# ABOUT THIS TASK
For the material that follows, return exactly the lines from the one with "async function compare(options: Options): Promise<void>" through the one with "const flat = jobs.flat();", both ends included.

# RECORDED INFORMATION
/**
 * The air bench: `npm run bench:air`. It runs people and product in a simulated world of its own
 * and prints the rows of "What good looks like" (design/engine.md), times as ratios to a perfect
 * player who sees every true pressure from the same start and only whose hands take time.
 *
 * Simulated, and richer than the engine's model (world.ts, coach.ts; nothing of app/air in it):
 * three kinds of fitting (on the service tanks, on the supply tank, on an accessory tank behind
 * protection and check valve), check valves that take a little to open, a governor that jitters
 * from cycle to cycle, delivery with speed, pressure and altitude, a drier that uses air at
 * cut-out, leaks, single pushes on the pedal, the drain, fast idle lost on the pedal, ISO 6358 flow
 * solved on both sides of the gauge, cores that differ up to twofold, tires and tanks that warm and
 * settle, badly seated chucks. Crews (driver.ts, helper.ts, alone.ts): late, forgotten and mistyped
 * taps, a second phone whose taps arrive late, false hisses, looks away. Gauges: biased, rounded.
 * The tire gauge alone has no bias, since the target is meant by it.
 *
 * Not simulated: a gauge below a closed valve, engine stopped in mid-fill, air suspension and
 * parking brake drawing air, temperature of the day, hoses that hold air of their own.
 *
 * First is the first tire of a coach without a profile; later are the other three of that round
 * (profile() and supplyAt() of the fill before); next round is another day, with what the round
 * before taught. Advice is asked twice a second while the call may change within six seconds, else
 * once a second, and at once after a tap. The world steps by 0.1 s.
 *
 * Flags: --coaches N (100; twice as many for plain and expert), --seed-from N, --held-out (coaches
 * from 1 000 000 on: not to be used while tuning), --people-only, --product-only, --who <actor>,
 * --quick (12 coaches), --rounds N (2), --alone, --come-and-go, --dash-only, --every <seconds> (a
 * reading so often, instead of when asked), --no-purge, --json, --workers N (1),
 * --variants (the product under each departure, side by side, one round),
 * --trace <coach>:<tire> (one fill's timeline; tires 5 to 8 are the next round's; --who all-seeing
 * traces the floor), --speed (milliseconds, beside a reference integration).
 */

import { type Habits, VARIANTS } from './habits';
import { type Job, runJob } from './job';
import { type Options, readOptions, type Who } from './options';
import type { FillOutcome } from './outcome';
import { runAll } from './pool';
import { printSpeed } from './speed';
import { type Column, columnOf, tableOf, worstOf } from './table';
import { tracer } from './trace';

const WORST_SHOWN = 12;

async function main(): Promise<void> {
  const options = readOptions(process.argv.slice(2));
  if (options.trace) await trace(options, options.trace);
  else if (options.speed) await printSpeed(options);
  else await compare(options);
}

async function trace(options: Options, { coach, tire, who }: NonNullable<Options['trace']>) {
  const job: Job = { who, coach, rounds: tire > 4 ? 2 : 1, habits: options.habits };
  const print = (line: string) => console.log(line);
  const outcomes = await runJob(job, (index) => (index === tire - 1 ? tracer(print) : undefined));
  const { adviseMs, ...end } = outcomes[tire - 1]!;
  console.log({ ...end, asked: adviseMs.length });
}

interface Group {
  who: Who;
  title: string;
  habits: Habits;
  rounds: number;
}

async function compare(options: Options): Promise<void> {
  const from = performance.now();
  const groups = groupsOf(options);
  const jobs = groups.map((group) => jobsFor(group, options));
  const flat = jobs.flat();
  const results = await runAll(flat, options.workers, (done) => showProgress(done, flat.length));
  const fills = jobs.map((own) => {
    const mine = new Set(own);
    return results.filter(({ job }) => mine.has(job)).flatMap(({ outcomes }) => outcomes);
  });
  const columns = groups.map(({ who, title }, i) => columnOf(who, fills[i]!, title));
  if (options.json) console.log(JSON.stringify({ options, columns }, null, 2));
  else print(options, columns, fills[fills.length - 1]!);
  console.error(
    `${((performance.now() - from) / 1000).toFixed(0)} s, ${options.workers} process(es)`,
  );
}

function groupsOf({ who, habits, rounds, variants }: Options): Group[] {
  if (!variants) return who.map((one) => ({ who: one, title: one, habits, rounds }));
  return VARIANTS.map(([title, own]) => ({ who: 'product', title, habits: own, rounds: 1 }));
}

function print(options: Options, columns: Column[], last: FillOutcome[]): void {
  console.log(titleOf(options));
  console.log(tableOf(columns));
  console.log(
    `\nWorst of ${columns[columns.length - 1]!.title} (look with --trace <coach>:<tire>):`,
  );
  for (const line of worstOf(last, WORST_SHOWN)) console.log(`  ${line}`);
}

function jobsFor({ who, habits, rounds }: Group, options: Options): Job[] {
  const person = who === 'plain' || who === 'expert';
  const coaches = person ? options.peopleCoaches : options.coaches;
  const { from } = options;
  return Array.from({ length: coaches }, (_, i) => ({ who, coach: from + i, rounds, habits }));
}

function titleOf({ from, coaches, habits }: Options): string {
  const odd = Object.entries(habits).filter(([, value]) => value !== false && value !== null);
  const how = odd.map(([name, value]) => (value === true ? name : `${name} ${value}`)).join(', ');
  return `Coaches ${from} to ${from + coaches - 1}${how ? `, ${how}` : ''}\n`;
}

function showProgress(done: number, all: number): void {
  if (process.stderr.isTTY) process.stderr.write(`\r${done} of ${all} coaches `);
}

await main();
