import { Op } from 'sequelize';
import { LoginSession } from '~/models/login-session.server';

/** A browser on which somebody is signed in. */
export interface Device {
  id: string;
  userAgent: string;
  createdAt: Date;
  seenAt: Date;
}

/** The browsers on which `userId` is signed in now, the one seen last first. */
export async function findDevices(userId: string, now = new Date()): Promise<Device[]> {
  const rows = await LoginSession.findAll({
    where: { userId, endedAt: null, expiresAt: { [Op.gt]: now } },
    order: [
      ['seenAt', 'DESC'],
      ['createdAt', 'DESC'],
    ],
  });
  return rows.map(({ id, userAgent, createdAt, seenAt }) => ({ id, userAgent, createdAt, seenAt }));
}
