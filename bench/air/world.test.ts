import { describe, expect, it } from 'vitest';
import { drawCoach } from './coach';
import { psi } from './flow';
import { playPerfect, playPolicy } from './perfect';
import { pressureAbs } from './vessel';
import {
  activeTire,
  copyWorld,
  fittingKpa,
  settledKpa,
  startWorld,
  stepWorld,
  type World,
} from './world';

const COACHES = Array.from({ length: 12 }, (_, i) => drawCoach(i));

function allAir(world: World): number {
  const vessels = [world.supply, world.service, world.accessory, ...world.tires];
  return vessels.reduce((sum, vessel) => sum + vessel.amount, 0);
}

function run(world: World, seconds: number, each: (world: World) => void = () => {}): void {
  for (let i = 0; i < seconds * 10; i++) {
    stepWorld(world);
    each(world);
  }
}

describe('the world of the air bench', () => {
  it.each(COACHES)(
    'keeps its air: what came in less what went out is there (coach $id)',
    (coach) => {
      const world = startWorld(coach, 0);
      world.speed = 'fast-idle';
      const before = allAir(world);
      world.chuck = coach.id % 3 === 0 ? 'leaking' : 'open';
      world.pedal = coach.id % 2 === 0;
      world.bleeding = coach.id % 5 === 0;
      run(world, 200);
      const after = before + world.taken - world.given;
      expect(Math.abs(allAir(world) - after)).toBeLessThan(1e-6 * after);
    },
  );

  it.each(COACHES)('cycles between cut-in and cut-out (coach $id)', (coach) => {
    const world = startWorld(coach, 0);
    world.speed = 'fast-idle';
    const slack = 5 * coach.governorJitterKpa + psi(1) + coach.purgeDropKpa;
    // One push takes its air from tank and supply together before the governor answers.
    const push = coach.brakeKpa;
    run(world, 600, (w) => {
      w.pedal = !w.loaded;
      const kpa = pressureAbs(w.supply) - coach.atmosphereKpa;
      if (w.cutIns === 0) return;
      expect(kpa).toBeLessThan(coach.cutOutKpa + slack);
      expect(kpa).toBeGreaterThan(coach.cutInKpa - slack - push);
    });
    expect(world.cutIns).toBeGreaterThan(0);
  });

  it('never moves air uphill into or out of a tire', () => {
    for (const coach of COACHES) {
      const world = startWorld(coach, 0);
      world.chuck = 'open';
      run(world, 120, (w) => {
        const drop = fittingKpa(w) - (pressureAbs(w.tires[0]!) - coach.atmosphereKpa);
        // After the step, levelled vessels may have crossed by what warmth adds.
        if (Math.abs(drop) > 1) expect(Math.sign(w.tireFlow)).toBe(Math.sign(drop));
      });
    }
  });

  it('gives the same run for the same coach and round, also from a copy', () => {
    const first = startWorld(drawCoach(7), 1);
    const second = startWorld(drawCoach(7), 1);
    run(first, 50);
    run(second, 50);
    const copy = copyWorld(second);
    run(first, 300);
    run(copy, 300);
    expect(copy).toEqual(first);
  });
});

describe('the perfect player', () => {
  it.each(COACHES.slice(0, 6))(
    'ends each reachable tire at its target, not bled (coach $id)',
    (coach) => {
      const world = startWorld(coach, 0);
      world.speed = 'fast-idle';
      for (const index of coach.tires.keys()) {
        world.active = index;
        if (!activeTire(world).reachable) continue;
        const best = playPerfect(world);
        const replay = copyWorld(world);
        expect(best.seconds).toBeLessThan(3600);
        expect(playPolicy(replay, best.policy, 3600)).toBe(best.seconds);
        const error = settledKpa(replay) - activeTire(replay).targetKpa;
        expect(Math.abs(error)).toBeLessThan(psi(0.3));
        expect(replay.bleeding).toBe(false);
      }
    },
  );

  it('never ends a tire that the governor cannot reach', () => {
    const beyond = Array.from({ length: 60 }, (_, i) => drawCoach(i)).filter((coach) =>
      coach.tires.some((tire) => !tire.reachable),
    );
    expect(beyond.length).toBeGreaterThan(0);
    for (const coach of beyond.slice(0, 2)) {
      const world = startWorld(coach, 0);
      world.active = coach.tires.findIndex((tire) => !tire.reachable);
      expect(playPerfect(world, 300).seconds).toBe(Number.POSITIVE_INFINITY);
    }
  });
});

# ANSWER TO THIS PROBLEM
async function compare(options: Options): Promise<void> {
  const from = performance.now();
  const groups = groupsOf(options);
  const jobs = groups.map((group) => jobsFor(group, options));
  const flat = jobs.flat();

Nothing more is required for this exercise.